The baseline interview gathered demographic measures such as age, race, ethnicity, and sex. Known TB risk factors were assessed at baseline and for the previous three months. Maps were given to each enrolling clinician so that detailed geographical history could be assessed; this was used for spatial analyses. A clinical history was obtained at this visit, including current symptoms, co-occurring conditions, HIV or AIDS status, height, and weight. The follow-up interview was less detailed and assessed subject’s treatment status, current symptoms, height, and weight.
The baseline chart review included measures of the subject’s current TB category (new or previously treated), TB drug history beginning from diagnosis of the current illness, history of chest X-ray and results, and HIV status. If HIV-positive, CD4 counts and viral loads were requested. The 30-day chart review documented the subject’s current status, TB drug history beginning from diagnosis of the current illness and, if unavailable at baseline, HIV status. The 52-week chart review assessed the subject’s current status, TB drug history beginning from diagnosis of the current illness, history of smear and culture performed since study entry, and results of the most recent chest X-ray, if performed.
Laboratory data collection
Using the standard laboratory case report form, laboratories recorded the date and time of the collection and receipt of the sputum samples. Information on the quality and quantity of the sputum was also recorded. Sputum processing was performed using the standard N-acetyl-L-cysteine sodium hydroxide method. The date and time that cultures were started and completed were recorded, and later used to calculate the culture time to detection. Culture and MGIT drug susceptibility test results were transcribed from the MGIT 960 instrument, while standardized worksheets were used to record observed data from the MODS assay. Line probe assay results were recorded directly onto laboratory case report forms. The line probe assay strips were scanned for later verification. Pyrosequencing data were transcribed onto the laboratory case report form from the Pyromark Q96 instrument after comparison with the Pyrosequencing Library. Pyrograms were saved as.pdf and uploaded to the website for further analysis. Owing to standard batching procedures, results for several patients could appear in test results. This transfer of information allowed data for a subject coming from several sources to be gathered in one location.
Reference standard and rapid tests
The reference standard for phenotypic observation of drug susceptibility test used in this study was the MGIT 960 TB system. The study drugs described in Aim 1, as well as isoniazid and rifampin, were tested using a MGIT drug susceptibility test when the culture tested positive, while sputa from each subject were tested with the three rapid tests regardless of culture status. Procedures were as follows.
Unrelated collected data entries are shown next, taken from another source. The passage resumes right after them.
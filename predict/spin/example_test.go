package spin_test

import (
	"fmt"

	"shiftwise/predict/spin"
)

// An AB pair 0.05 ppm apart with J = 17 Hz at 400 MHz: the roofed quartet
// (lines at ν0 ± D/2 ± J/2, D = √(Δν² + J²)).
func ExampleSimulate() {
	sys := spin.System{
		Groups:    []spin.Group{{Name: "a", ShiftPPM: 5.80, Count: 1}, {Name: "b", ShiftPPM: 5.75, Count: 1}},
		Couplings: []spin.Coupling{{A: 0, B: 1, JHz: 17}},
	}
	res, err := spin.Simulate(sys, spin.Options{FieldMHz: 400, Mode: spin.Auto})
	if err != nil {
		fmt.Println(err)
		return
	}
	for _, l := range res.Spectrum() {
		fmt.Printf("%.4f ppm  %8.3f Hz  %.4f  %s %v\n", l.PPM, l.Hz, l.Intensity, sys.Groups[l.Group].Name, res.ModeUsed[l.Group])
	}
	// Output:
	// 5.7209 ppm  2288.376 Hz  0.1762  b exact
	// 5.7634 ppm  2305.376 Hz  0.8238  b exact
	// 5.7866 ppm  2314.624 Hz  0.8238  a exact
	// 5.8291 ppm  2331.624 Hz  0.1762  a exact
}
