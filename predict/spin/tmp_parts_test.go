package spin

import (
	"testing"
	"time"

	"gonum.org/v1/gonum/blas"
	lapackgo "gonum.org/v1/gonum/lapack/gonum"
)

func TestTmpParts(t *testing.T) {
	for _, nn := range []int{10, 12} {
		h := chainBlock(nn, 0.05)
		n := h.SymmetricDim()
		a := append([]float64(nil), h.RawSymmetric().Data...)
		var impl lapackgo.Implementation
		d := make([]float64, n)
		e := make([]float64, n)
		tau := make([]float64, n)
		work := make([]float64, 64*n)
		t0 := time.Now()
		impl.Dsytrd(blas.Upper, n, a, n, d, e, tau, work, len(work))
		t1 := time.Now()
		d2 := append([]float64(nil), d...)
		e2 := append([]float64(nil), e...)
		impl.Dorgtr(blas.Upper, n, a, n, tau, work, len(work))
		t2 := time.Now()
		e[n-1] = 0
		tql(d, e, a, n)
		t3 := time.Now()
		impl.Dsterf(n, d2, e2)
		t4 := time.Now()
		t.Logf("n=%d sytrd %v orgtr %v tql %v sterf %v", n, t1.Sub(t0), t2.Sub(t1), t3.Sub(t2), t4.Sub(t3))
	}
}
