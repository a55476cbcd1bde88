package spin

import (
	"testing"
)

// benchSim runs Simulate on sys b.N times.
func benchSim(b *testing.B, sys System, opt Options) {
	b.Helper()
	b.ReportAllocs()
	for b.Loop() {
		if _, err := Simulate(sys, opt); err != nil {
			b.Fatal(err)
		}
	}
}

// BenchmarkCluster10 is a strongly coupled cluster of 10 distinct protons
// (largest Mz block 252 states). Target: under 20 ms (issue 4).
func BenchmarkCluster10(b *testing.B) {
	benchSim(b, chain(10, 0.01), Options{FieldMHz: 400, Mode: Exact})
}

// BenchmarkCluster12 is 12 distinct strongly coupled protons (block 924).
func BenchmarkCluster12(b *testing.B) {
	benchSim(b, chain(12, 0.01), Options{FieldMHz: 400, Mode: Exact, MaxSpins: 12})
}

// BenchmarkCluster14 is 14 distinct strongly coupled protons (block 3432).
// Target: under 1 s (issue 4).
func BenchmarkCluster14(b *testing.B) {
	benchSim(b, chain(14, 0.01), Options{FieldMHz: 400, Mode: Exact, MaxSpins: 14})
}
Mycobacterial growth indicator tube drug susceptibility test
In MGIT drug susceptibility testing, the drug susceptibility of TB is based on the modified proportion method (Food and Drug Administration approved for first-line anti-TB drugs). The critical proportion for resistance is taken as 1% for all anti-TB drugs, meaning that if 1% or more of the test mycobacterial population is resistant, the culture is considered resistant. We determined resistance by comparing growth in MGIT tubes with and without drugs; this was accomplished in an instrument with the capacity to monitor growth of 960 MGIT culture tubes simultaneously. Although the first-line drugs were available from Becton Dickinson, the second-line drugs were not. Thus, testing of second-line drugs was performed using validated critical concentrations of in-house (locally prepared by each site) drug solutions compatible with the WHO recommendations: 2.0 μg/ml for ofloxacin, 0.25 μg/ml for moxifloxacin, 1.0 μg/ml for amikacin, and 2.0 μg/ml for capreomycin. As there were no published WHO recommended critical concentrations for kanamycin drug susceptibility testing by MGIT 960 at the time of the study, we used 2.5 μg/ml, based concentrations reported in the literature[13, 14].
Line probe assays
Commercial line probe assays, such as the GenoType®MTBDRplus (Hain Lifesciences, Nehren, Germany), have been well validated for the detection of isoniazid and rifampin resistance indirectly using TB culture isolates and directly on smear-positive clinical specimens. Barnard et al. conducted a large study using GenoType®MTBDRplus on smear-positive sputum specimens from 536 patients at a high risk of MDR-TB. They found a sensitivity and specificity of 98.9% and 99.4%, respectively, for detection of rifampin resistance; sensitivity was 94.2% with specificity of 99.7% for detection of isoniazid resistance. Results were interpretable for 97% of the specimens within 1 or 2 days. Overall, these studies demonstrate that the strip assay is rapid and accurate for the detection of mutations found in MDR-TB strains, providing an excellent platform for development to detect XDR-TB strains. The GenoType®MTBDRsl strip is marketed as an indirect test but is often used to test specimens directly for resistance to second-line drugs. Few studies have been published that evaluate the performance of the GenoType®MTBDRsl test to detect resistance to second-line drugs in M. tuberculosis isolates and sputum specimens. Brossier et al. reported sensitivities and specificities of the MTBDRsl test in a study of 49 clinical isolates (41 MDR-TB and 8 XDR-TB) as follows: fluoroquinolones 87%, 96%; amikacin 100%, 100%; kanamycin 77%, 100%; and capreomycin 80%, 98%. Kiet et al., in a study of 41 fluoroquinolone resistance isolates and 21 MDR-TB but fluoroquinolone-sensitive isolates, reported sensitivities and specificities of the MTBDRsl test as follows: fluoroquinolones 75.6%, 100%; kanamycin 100%, 100%. These studies demonstrate that, because of mutations not included in the test (such as gyr B), or unknown resistance mechanisms, the GenoType®MTBDRsl tests lacks the sensitivity to exclude the possibility of second-line drug resistance reliably. Both GenoType®MTBDRplus and GenoType®MTBDRsl were evaluated in the clinical observation testing phase.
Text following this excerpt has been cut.